A prespecified circulating tumor cell count (CTC) threshold appeared to be reliable for selecting treatment with chemotherapy instead of hormone therapy in women with a certain metastatic breast cancer phenotype, a non-inferiority trial indicated.
In the phase III STIC CTC trial, 755 women with hormone receptor-positive, ERBB2-negative metastatic breast cancer were randomly assigned to receive first-line treatment based on CTC count or treatment based on clinician choice. In the CTC-count arm, women with CTC count of 5 CTCs/7.5 mL or greater were automatically assigned to chemotherapy instead of endocrine therapy, reported François-Clément Bidard, MD, PhD, of Institut Curie in Saint-Cloud, France, and colleagues.
Chemotherapy was given to 37% of patients assigned to the CTC arm and 27% of patients assigned to clinician choice. Median progression-free survival (PFS) was 15.5 months in the CTC arm compared with 13.9 months in the clinician-choice arm, meeting the study’s primary endpoint (hazard ratio 0.94, 95% CI 0.81-1.09), they stated in JAMA Oncology.
The threshold for non-inferiority was met, but not for superiority, the authors noted. They concluded that use of CTC count as a single biomarker was “a reliable, standardized option to guide the treatment choice between single-agent endocrine therapy and chemotherapy in hormone receptor-positive, ERBB2-negative MBC.”
Age older than 60 was the only independent factor found to be associated with a PFS benefit when using CTC-driven treatment selection (HR 0.76, 95% CI 0.61-0.94), which the researchers noted “might stem from the observed significant association between older age and more systematic use of endocrine therapy as the clinically favored treatment, whatever the other clinicopathologic characteristics.”
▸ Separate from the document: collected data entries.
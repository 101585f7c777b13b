import type { LengthPreference } from "#core/domain/units/format-units";
import { scaleBarReadout } from "../../model/scale-readout";

/**
 * A graduated bar of a round length (1-2-5 series) for a plan drawn at `metresPerScreenPixel`;
 * drawn in black and white, with the length in words, so it reads in high contrast too.
 */
export function ScaleBar({
  metresPerScreenPixel,
  maxPixels = 160,
  preference,
}: {
  metresPerScreenPixel: number;
  maxPixels?: number;
  preference: LengthPreference;
}) {
  const bar = scaleBarReadout(metresPerScreenPixel, maxPixels, preference);
  const w = Math.max(1, Math.round(bar.pixels));
  const label = bar.label;
  return (
    <figure className="inline-flex items-center gap-2" aria-label={`Scale bar: ${label}`}>
      <svg width={w + 2} height={14} aria-hidden="true">
        <rect x={1} y={4} width={w / 2} height={6} fill="#1c2529" />
        <rect x={1 + w / 2} y={4} width={w / 2} height={6} fill="#ffffff" stroke="#1c2529" strokeWidth={1} />
        <rect x={1} y={4} width={w} height={6} fill="none" stroke="#1c2529" strokeWidth={1.5} />
      </svg>
      <figcaption className="text-sm font-bold">{label}</figcaption>
    </figure>
  );
}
In addition, more than one-third of patients had discordant CTC and clinical assessments. When these patients with clinical low risk and high CTC counts were pooled with clinical high risk/low CTC counts in a multivariable analysis, PFS and overall survival were higher for those treated with chemotherapy versus endocrine therapy. Overall survival in the per-protocol population was 47.3 months (95% CI 43.8-51.3) in the CTC arm and 42.8 months (95% CI 39.5-47.4) in the standard arm.
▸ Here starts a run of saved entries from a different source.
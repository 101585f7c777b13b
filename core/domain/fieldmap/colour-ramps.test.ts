import { describe, expect, it } from "vitest";
import { deltaE76, labInGamut, lightness, rgbToLab, simulateDeuteranopia, type Rgb } from "./colour-science";
import {
  CONCENTRATION_LUT,
  CONCENTRATION_STOPS,
  createConcentrationScale,
  LUT_SIZE,
  niceMaxPpm,
} from "./concentration-ramp";
import { createDifferenceScale, DIFFERENCE_LUT, DIFFERENCE_STOPS } from "./difference-ramp";

const entry = (lut: Uint8ClampedArray, i: number): Rgb => [lut[i * 3], lut[i * 3 + 1], lut[i * 3 + 2]];

describe("colour science against published values", () => {
  it("sRGB white and black have L* 100 and 0; mid grey #777777 is about 50", () => {
    // CIE 1976 L*, D65 white (CIE 15:2004); sRGB curve IEC 61966-2-1
    expect(lightness([255, 255, 255])).toBeCloseTo(100, 1);
    expect(lightness([0, 0, 0])).toBeCloseTo(0, 6);
    // #777777 → Y = 0.1845, L* = 116·Y^(1/3) − 16 = 50.03 (computed by hand from the formula)
    expect(lightness([119, 119, 119])).toBeCloseTo(50.0, 0);
  });

  it("sRGB red is L*a*b* (53.2, 80.1, 67.2)", () => {
    // Reference value for sRGB #ff0000 under D65 as tabulated by Lindbloom's calculator (brucelindbloom.com) — from memory to one decimal
    const [l, a, b] = rgbToLab([255, 0, 0]);
    expect(l).toBeCloseTo(53.24, 0);
    expect(a).toBeCloseTo(80.09, 0);
    expect(b).toBeCloseTo(67.2, 0);
  });

  it("deuteranopia leaves grey grey and maps red and green close together", () => {
    // Machado, Oliveira & Fernandes 2009: each row of the matrix sums to 1, so neutrals are unchanged
    expect(simulateDeuteranopia([128, 128, 128])).toEqual([128, 128, 128]);
    // the classic confusion pair: pure red vs a green of similar lightness collapse under deuteranopia
    const red: Rgb = [200, 60, 40];
    const green: Rgb = [110, 130, 40];
    expect(deltaE76(simulateDeuteranopia(red), simulateDeuteranopia(green))).toBeLessThan(deltaE76(red, green) / 3);
  });
});

describe("concentration ramp", () => {
  it("has every stop inside the sRGB gamut", () => {
    for (const [l, a, b] of CONCENTRATION_STOPS) expect(labInGamut(l, a, b)).toBe(true);
  });

  it("is strictly monotonic in CIE L* from the lowest ppm to the highest", () => {
    // CIE 1976 L* via sRGB → linear (IEC 61966-2-1) → XYZ D65 → L*
    let previous = Infinity;
    for (let i = 0; i < LUT_SIZE; i++) {
      const l = lightness(entry(CONCENTRATION_LUT, i));
      expect(l).toBeLessThan(previous);
      previous = l;
    }
    expect(lightness(entry(CONCENTRATION_LUT, 0)) - lightness(entry(CONCENTRATION_LUT, LUT_SIZE - 1))).toBeGreaterThan(
      70,
    );
  });

  it("keeps its ends far apart under simulated deuteranopia", () => {
    // Machado, Oliveira & Fernandes 2009 (severity 1.0); ΔE*ab CIE 1976; a ΔE of about 2.3 is a just-noticeable
    // difference (Sharma, Digital Color Imaging Handbook 2003) — we ask for far more
    const lo = simulateDeuteranopia(entry(CONCENTRATION_LUT, 0));
    const hi = simulateDeuteranopia(entry(CONCENTRATION_LUT, LUT_SIZE - 1));
    expect(deltaE76(lo, hi)).toBeGreaterThan(60);
    // neighbouring steps of a tenth of the ramp stay distinguishable too
    for (let i = 0; i + 25 < LUT_SIZE; i += 25) {
      expect(
        deltaE76(
          simulateDeuteranopia(entry(CONCENTRATION_LUT, i)),
          simulateDeuteranopia(entry(CONCENTRATION_LUT, i + 25)),
        ),
      ).toBeGreaterThan(4);
    }
  });

  it("maps ppm linearly or on a symmetric log, clamped", () => {
    const lin = createConcentrationScale({ maxPpm: 500, log: false });
    expect(lin.position(250)).toBeCloseTo(0.5, 9);
    expect(lin.position(900)).toBe(1);
    expect(lin.position(-3)).toBe(0);
    const log = createConcentrationScale({ maxPpm: 500, log: true });
    // symlog: log1p(p)/log1p(500) (d3-scale's scaleSymlog with constant 1)
    expect(log.position(10)).toBeCloseTo(Math.log1p(10) / Math.log1p(500), 9);
    expect(log.ticks()).toEqual([0, 1, 10, 100, 500]);
    expect(() => createConcentrationScale({ maxPpm: 0, log: false })).toThrow(/maxPpm/);
  });

  it("picks a readable top of scale", () => {
    expect(niceMaxPpm(37)).toBe(50);
    expect(niceMaxPpm(500)).toBe(500);
    expect(niceMaxPpm(0.4, 2)).toBe(5);
  });
});

describe("difference ramp", () => {
  it("has every stop inside the sRGB gamut and is lightest at no change", () => {
    for (const [l, a, b] of DIFFERENCE_STOPS) expect(labInGamut(l, a, b)).toBe(true);
    const s = createDifferenceScale(100);
    const mid = lightness(s.colour(0));
    // L* falls monotonically from the middle to each end (CIE 1976 L*)
    let prev = mid;
    for (let d = 1; d <= 100; d += 3) {
      const l = lightness(s.colour(d));
      expect(l).toBeLessThanOrEqual(prev + 1e-9);
      prev = l;
    }
    prev = mid;
    for (let d = -1; d >= -100; d -= 3) {
      const l = lightness(s.colour(d));
      expect(l).toBeLessThanOrEqual(prev + 1e-9);
      prev = l;
    }
  });

  it("tells worse from better under simulated deuteranopia", () => {
    // Machado, Oliveira & Fernandes 2009 (severity 1.0)
    const worse = simulateDeuteranopia(entry(DIFFERENCE_LUT, LUT_SIZE - 1));
    const better = simulateDeuteranopia(entry(DIFFERENCE_LUT, 0));
    expect(deltaE76(worse, better)).toBeGreaterThan(40);
  });
});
The prespecified non-inferiority margin of 1.25 used in the study was described as “generous” by Tarah J. Ballinger, MD, of Indiana University Melvin and Bren Simon Comprehensive Cancer Center in Indianapolis, and colleagues.
The study met its non-inferiority endpoint, but in an accompanying editorial, Ballinger’s group “contend that adding to or replacing the parameters we use to make a clinical decision should help us improve the lives of patients, whether through superior survival outcomes, improved quality of life, reduced cost, or lessened toxicity.”
The trial design by Bidard and colleagues reasoned that some patients — those with high clinical risk but low CTCs — would be deescalated from chemotherapy to hormone therapy, but others — those with low clinical risk but high CTCs — were escalated to chemotherapy, they wrote.
“We should demand an improvement in outcomes before accepting a strategy that exposes more patients to more toxic therapy,” Ballinger’s group wrote. “Not worse simply is not good enough.”
They pointed out that the trial was conducted before cyclin-dependent kinase (CDK 4/6) inhibitors were added to hormone therapy in this patient population. Bidard and colleagues noted that CDK 4/6 inhibitors have been reimbursed in France since 2015, meaning that most patients in this trial likely received them in a later line of therapy.
“Thus, it is even less likely that we can assume that baseline high CTC count corresponds to a need for chemotherapy in a modern treatment landscape that offers more patients more benefit from hormone therapy,” Ballinger and colleagues wrote, concluding that “CTC count is not a replacement for shared clinical decision-making.”
Data for the open-label STIC CTC trial were collected at 17 French cancer centers from February 2012 to July 2016, and analyzed June 2019 to October 2019. Both premenopausal and postmenopausal patients were included in the trial, along with those who relapsed during adjuvant endocrine therapy. The median age was 63 in both arms, and a little over 38% of the patients were CTC high.
“Capecitabine was overall more often used in the CTC arm compared with the standard arm (23.9% vs 7.9%), as it was frequently prescribed to clinical low, CTC high patients allocated to the CTC arm and switched from endocrine therapy to chemotherapy,” the authors explained.
The authors reported that there was a higher rate of chemotherapy-related adverse events of any grade in the CTC arm, most commonly anemia at 20.4% vs 14.6% in the standard arm.
Disclosures
Bidard disclosed relevant relationships with, and/or support from, Menarini Silicon Biosystems, Lilly, Novartis, Pfizer, Freenome, Archer DX, and Radius. Co-authors disclosed multiple relevant relationships with industry.
Ballinger disclosed a relevant relationship with Medscape. A co-author disclosed serving as a member and chair of the advocates committee for the Eastern Cooperative Oncology Group-American College of Radiology Imaging Network Cancer Research Group.